Dew conducted research to reveal the mechanism of internal condensation. And using the idea of ​​fuzzy mathematics, combining various influencing factors to give the possibility of condensation in the system, the detonation of the aerodynamic system, the condensation inside the aerodynamic system, the uniform condensation deposition, the development of the pneumatic system to the miniaturization, the original comparison A new question has arisen in the perfect pneumatic technology, which is the condensation of the pneumatic system. Condensation of pneumatic systems, especially internal condensation, has a great impact on system performance and component life. Therefore, it is an important lesson to correctly discriminate the occurrence of condensation and prevent condensation from occurring. In this paper, the pneumatic filling and deflation system is taken as the research object. Firstly, the mathematical model of the system is established, and the numerical solution is obtained. Secondly, using the uniform condensation theory, the condensation of water vapor in the vessel and pipeline during the deflation process is calculated. Then, using the theory of gas suspension, the method of depositing tiny water droplets in the pneumatic charging and discharging system is proposed, and the amount of water droplets that can be deposited in the system during the deflation process is calculated. Finally, using the idea of ​​fuzzy mathematics, the various influencing factors are combined to give the formula for the possibility of condensation in the system.
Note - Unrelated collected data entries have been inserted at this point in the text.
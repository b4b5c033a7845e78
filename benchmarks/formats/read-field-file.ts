/** The one door for result files: finds the format, holds the limits, reads the arrays. */

import { DataError } from "../scoring/data-error";

import { defaultLimits, type FieldFile, type ReadLimits } from "./field-file";
import { startsWithNpyMagic } from "./npy-header";
import { readNpy } from "./read-npy";
import { readNpz } from "./read-npz";
import { readTable } from "./read-table";

const formatsRead =
  "The formats that are read are NPY, NPZ, CSV and TSV: in Python numpy.savez(file, x=x, u=u), elsewhere a text " +
  "table with the header x,u.";

/** First bytes of files that solvers write and that are none of the formats. */
const strangers: { what: string; signature: number[]; at: number[] }[] = [
  // The signature may follow a user block of 512 bytes, doubled any number of times; MATLAB's has 512.
  {
    what: "an HDF5 file (also MATLAB 7.3 and NetCDF-4)",
    signature: [0x89, 0x48, 0x44, 0x46, 0x0d, 0x0a, 0x1a, 0x0a],
    at: [0, 512, 1024, 2048],
  },
  { what: "a MATLAB file", signature: [...new TextEncoder().encode("MATLAB 5.0 MAT-file")], at: [0] },
  { what: "a NetCDF file", signature: [0x43, 0x44, 0x46], at: [0] },
  { what: "a gzip file", signature: [0x1f, 0x8b], at: [0] },
];

/**
 * Reads a result file of any accepted format.
 *
 * The content decides before the name: NPY and NPZ are known by their first bytes, tables by the ending
 * `.csv` or `.tsv`. Runs in Node and in the browser; does no input or output.
 *
 * @param name the file's name as its author gave it
 * @param bytes the whole file; neither changed nor kept
 * @param limits what may be allocated
 * @returns the arrays by name, row-major, in double precision; the array of an NPY file is `u`
 * @throws DataError `format/too-large`, `format/empty`, `format/unknown`, `format/pickle` and the codes of
 *   `readNpy`, `readNpz` and `readTable`, each with its place
 * @example readFieldFile("n64.npy", bytes).arrays.get("u")?.shape // [64]
 * @see README.md, "Formats"
 */
export function readFieldFile(
  name: string,
  bytes: Uint8Array,
  limits: ReadLimits = defaultLimits,
): FieldFile {
  if (bytes.length > limits.maxBytes) {
    throw new DataError(
      "format/too-large",
      `The file is ${bytes.length} bytes long, at most ${limits.maxBytes} are read.`,
      `byte ${limits.maxBytes}`,
    );
  }
  if (bytes.length === 0)
    throw new DataError("format/empty", "The file is empty. Send the whole file.", "byte 0");
  if (startsWithNpyMagic(bytes)) return { format: "npy", arrays: new Map([["u", readNpy(bytes, limits)]]) };
  if (isZip(bytes)) return { format: "npz", arrays: readNpz(bytes, limits) };
  refuseStrangers(bytes);
  switch (/\.([^.]*)$/.exec(name)?.[1].toLowerCase()) {
    case "npy":
      return { format: "npy", arrays: new Map([["u", readNpy(bytes, limits)]]) };
    case "npz":
      throw new DataError(
        "format/bad-magic",
        `This is not an NPZ file: it does not begin with the bytes PK (byte 0). ${formatsRead}`,
        "byte 0",
      );
    case "csv":
    case "tsv":
      return { format: "csv", arrays: readTable(bytes, limits) };
    default:
      throw new DataError(
        "format/unknown",
        `Neither its first bytes nor its ending make "${name}" one of the formats. ${formatsRead}`,
        "byte 0",
      );
  }
}

/** An empty archive begins with its end record. */
function isZip(bytes: Uint8Array): boolean {
  return isAt(bytes, 0, [0x50, 0x4b, 3, 4]) || isAt(bytes, 0, [0x50, 0x4b, 5, 6]);
}

function refuseStrangers(bytes: Uint8Array): void {
  if (bytes[0] === 0x80 && bytes[1] >= 2 && bytes[1] <= 5) {
    throw new DataError(
      "format/pickle",
      `The file is a Python pickle (byte 0). A pickle can run code and is never opened. ${formatsRead}`,
      "byte 0",
    );
  }
  for (const { what, signature, at } of strangers) {
    const found = at.find((offset) => isAt(bytes, offset, signature));
    if (found === undefined) continue;
    throw new DataError(
      "format/unknown",
      `The file is ${what}, by its signature at byte ${found}. ${formatsRead}`,
      `byte ${found}`,
    );
  }
}

function isAt(bytes: Uint8Array, offset: number, signature: readonly number[]): boolean {
  return signature.every((byte, index) => bytes[offset + index] === byte);
}
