/** Number types of NPY files: the ones that are read, and the names of the others for refusals. */

import { DataError } from "../scoring/data-error";

import type { PythonValue } from "./python-literal";

/**
 * How one value of an array is stored.
 *
 * @example const type: NumberType = { name: "float64", itemBytes: 8, isLittleEndian: true, isComplex: false }
 */
export interface NumberType {
  name: "float64" | "float32" | "complex128" | "complex64" | "int32" | "int64";
  itemBytes: number;
  isLittleEndian: boolean;
  isComplex: boolean;
}

const readNames: Record<string, NumberType["name"]> = {
  f8: "float64",
  f4: "float32",
  c16: "complex128",
  c8: "complex64",
  i4: "int32",
  i8: "int64",
};

const remedy =
  'Read are float64, float32, complex128, complex64, int32 and int64: convert with u.astype("float64").';

/**
 * Reads the `descr` entry of an NPY header.
 *
 * @param descr value of the entry
 * @param firstByte byte offset of the header's text, for refusals
 * @returns the number type with its byte order
 * @throws DataError `format/number-type` naming the type and its byte offset; `format/pickle` for object
 *   arrays, whose content is a pickle that is never opened
 * @example readNumberType({ kind: "string", text: "<f8", at: 10 }, 10).name // "float64"
 * @see https://numpy.org/doc/stable/reference/arrays.interface.html#object.__array_interface__ (typestr)
 */
export function readNumberType(descr: PythonValue, firstByte: number): NumberType {
  const where = `byte ${firstByte + descr.at}`;
  if (descr.kind === "list" || descr.kind === "tuple") {
    throw new DataError(
      "format/number-type",
      `The array is a structured array (several named fields in one value), at ${where}. Write each field as ` +
        `an array of its own with numpy.savez. ${remedy}`,
      where,
    );
  }
  const match = descr.kind === "string" ? /^([<>|=])([A-Za-z?])(\d*)/.exec(descr.text) : null;
  if (descr.kind !== "string" || match === null) {
    const found = descr.kind === "string" ? JSON.stringify(descr.text) : `a ${descr.kind}`;
    throw new DataError(
      "format/bad-header",
      `The number type is ${found} at ${where}, expected was a string such as '<f8'. ${remedy}`,
      where,
    );
  }
  const [, order, letter, size] = match;
  if (letter === "O") {
    throw new DataError(
      "format/pickle",
      `The array is an object array, stored as a Python pickle, at ${where}. A pickle can run code and is ` +
        `never opened. ${remedy}`,
      where,
    );
  }
  const name = (order === "<" || order === ">") && readNames[descr.text.slice(1)];
  if (!name) {
    throw new DataError(
      "format/number-type",
      `The array holds ${nameOfRefused(letter, size)} (${JSON.stringify(descr.text)}) at ${where}. ${remedy}`,
      where,
    );
  }
  return { name, itemBytes: Number(size), isLittleEndian: order === "<", isComplex: letter === "c" };
}

function nameOfRefused(letter: string, size: string): string {
  const bits = 8 * Number(size);
  switch (letter) {
    case "b":
    case "?":
      return "boolean values";
    case "S":
    case "a":
      return "strings of bytes";
    case "U":
      return "strings";
    case "V":
      return "structured values";
    case "M":
    case "m":
      return "dates or time spans";
    case "f":
      return `float${bits} values`;
    case "c":
      return `complex${bits} values`;
    case "i":
      return `int${bits} values`;
    case "u":
      return `uint${bits} values`;
    default:
      return "values of an unknown type";
  }
}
1 The mathematical model of the flow field of the pneumatic filling and deflation system abstracts the actual pneumatic charging and discharging system into a system consisting of a fixed volume with a long tube length and two fixed orifices. 1. Establish a mathematical model of the system. At the time, the container adopts the centralized parameter method, and the pipeline adopts the distributed parameter method.
In the study of this section, it is assumed that the National Natural Science Foundation funded project 59375183.200108 received the first draft, and the gas studied in the revised draft was the ideal gas.
The pressure temperature and density within the vessel are evenly distributed.
The pressure temperature and density within each grid in the pipeline are evenly distributed.
The flow of compressed air through the orifice is equal to the flow.
Ignore the effects of gravity.
1.1 Mathematical Model of the Container The following equations are obtained from thermodynamics and fluid mechanics knowledge.
Continuity equation throttle point flow equation accounted for Px orifice low pressure side pressure ideal gas state equation thermodynamics first law cv ratio constant volume heat capacity heat transfer equation 1.2 pipeline mathematical model filling and deflation system in the pipeline compression The flow of air is a compressible unsteady dimensional flow with friction and heat transfer effects. According to the knowledge of gas dynamics, considering the friction heat transfer, omitting the influence of work and gravity, the following equation is obtained. The continuous equation 2 momentum equation Fanning coefficient, the empirical formula gives the water radius of the flow channel 3 energy equation P, the mathematical of the P container The model is an ordinary differential equation and an algebraic equation, which can be solved by the order Runge-Kutta method. The governing equations of the pipeline sections are group-order quasi-linear non-homogeneous partial differential equations, which are hyperbolic, and their solutions can be obtained by the characteristic line method. The connection of the vessel to the pipeline model is handled by the idea that the mass flow of the gas flowing through the same interface is equal, and the boundary conditions on the side of the pipeline vessel are also solved. In this way, the flow field of the charge and discharge system can be obtained.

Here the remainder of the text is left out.